Task directions
Every line from the one with "Identity, hasReviews, readIdentity" to the end of the entries, both included, is to be copied exactly; the other lines stay out.

Data extract

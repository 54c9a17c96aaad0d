import { LitElement, css, html, nothing } from 'lit';
import type { ModelIssue } from '../../shared-types/errors.js';
import { type EditModel, History, applyEdit, blankModel, getAt, insertRow, modelFromFile, removeRow, rowFor, sameJson, sizingNote } from './model-edits.js';
import { ApiError, api } from './api.js';
import { download, fileName, stationCsv } from './export.js';
import type { UnitSystem } from './units.js';
import type { DraftDetail, EditDetail, RowDetail, SelectDetail } from './sn-table.js';
import type { OpenDetail } from './sn-library.js';
import type { SaveDetail } from './sn-save-dialog.js';
import type { SnEditor } from './sn-editor.js';
import type { Command } from './sn-top-bar.js';
import type { GoDetail } from './sn-problems.js';
import { SolveController, TYPING_DELAY } from './controllers/solve-controller.js';
import { LibraryDocumentController } from './controllers/library-document.js';
import { ShortcutsController } from './controllers/shortcuts.js';
import { type IssueMarks, bannerReason, issueMarks } from './issue-text.js';
import { modelCombinations } from './cases-results.js';
import './sn-top-bar.js';
import './sn-editor.js';
import './sn-schematic.js';
import './sn-results.js';
import './sn-progress.js';
import './sn-problems.js';
import './sn-report-head.js';
import './sn-library.js';
import './sn-signin.js';
import './sn-save-dialog.js';
import './sn-conflict-dialog.js';
import './sn-cautions.js';
import { type Identity, hasReviews, readIdentity } from './review-types.js';
import { ReviewDocumentController } from './review-document.js';
import { ReviewLiveController } from './review-live.js';
import type { ReviewDetail } from './sn-review-panel.js';
import './sn-review-panel.js';
import './sn-live-notice.js';
import './sheet-action.js';
import './sn-compare.js';

type Panel = 'none' | 'library' | 'save' | 'save-copy' | 'conflict';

Answer to the problem
import { type Identity, hasReviews, readIdentity } from './review-types.js';
import { ReviewDocumentController } from './review-document.js';
import { ReviewLiveController } from './review-live.js';
import type { ReviewDetail } from './sn-review-panel.js';
import './sn-review-panel.js';
import './sn-live-notice.js';
import './sheet-action.js';
import './sn-compare.js';

type Panel = 'none' | 'library' | 'save' | 'save-copy' | 'conflict';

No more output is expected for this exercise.